Exercise instructions
Where does the word "object" show up in the data? Please find each such line and copy it.

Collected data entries
· · · · ·
/**
 * POST /api/chemicals/import and /api/containers/import: a CSV file sent as JSON { csv }. The
 * import is all or nothing: 201 { imported, ids }, or 422 with every bad row in `rows`.
 */
import { useMutation, useQueryClient } from "@tanstack/react-query";
import { z } from "zod";
import { api, isApiError, parseResponse } from "@/lib/api-client";
import { stockKeys } from "./keys";

export type ImportTable = "chemicals" | "containers";

const imported = z.object({ imported: z.number(), ids: z.array(z.number()) });
const badRow = z.object({ line: z.number(), field: z.string().nullable(), reason: z.string() });
export type BadRow = z.infer<typeof badRow>;

export async function importCsv(table: ImportTable, csv: string) {
  return parseResponse(imported, await api.post<unknown>(`/${table}/import`, { csv }), `POST /api/${table}/import`);
}

/** The bad rows of a refused import, or null when the error was something else. */
export function badRowsOf(error: unknown): BadRow[] | null {
  if (!isApiError(error, 422) || error.code !== "import_refused") return null;
  const rows = z.array(badRow).safeParse((error.problem as { rows?: unknown }).rows);
  return rows.success ? rows.data : null;
}

export function useImportCsv(table: ImportTable) {
  const queryClient = useQueryClient();
  return useMutation({
    mutationFn: (csv: string) => importCsv(table, csv),
    onSuccess: () => queryClient.invalidateQueries({ queryKey: table === "chemicals" ? stockKeys.chemicals() : stockKeys.containers() }),
  });
}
· · · · ·
Solution to this exercise
const imported = z.object({ imported: z.number(), ids: z.array(z.number()) });
const badRow = z.object({ line: z.number(), field: z.string().nullable(), reason: z.string() });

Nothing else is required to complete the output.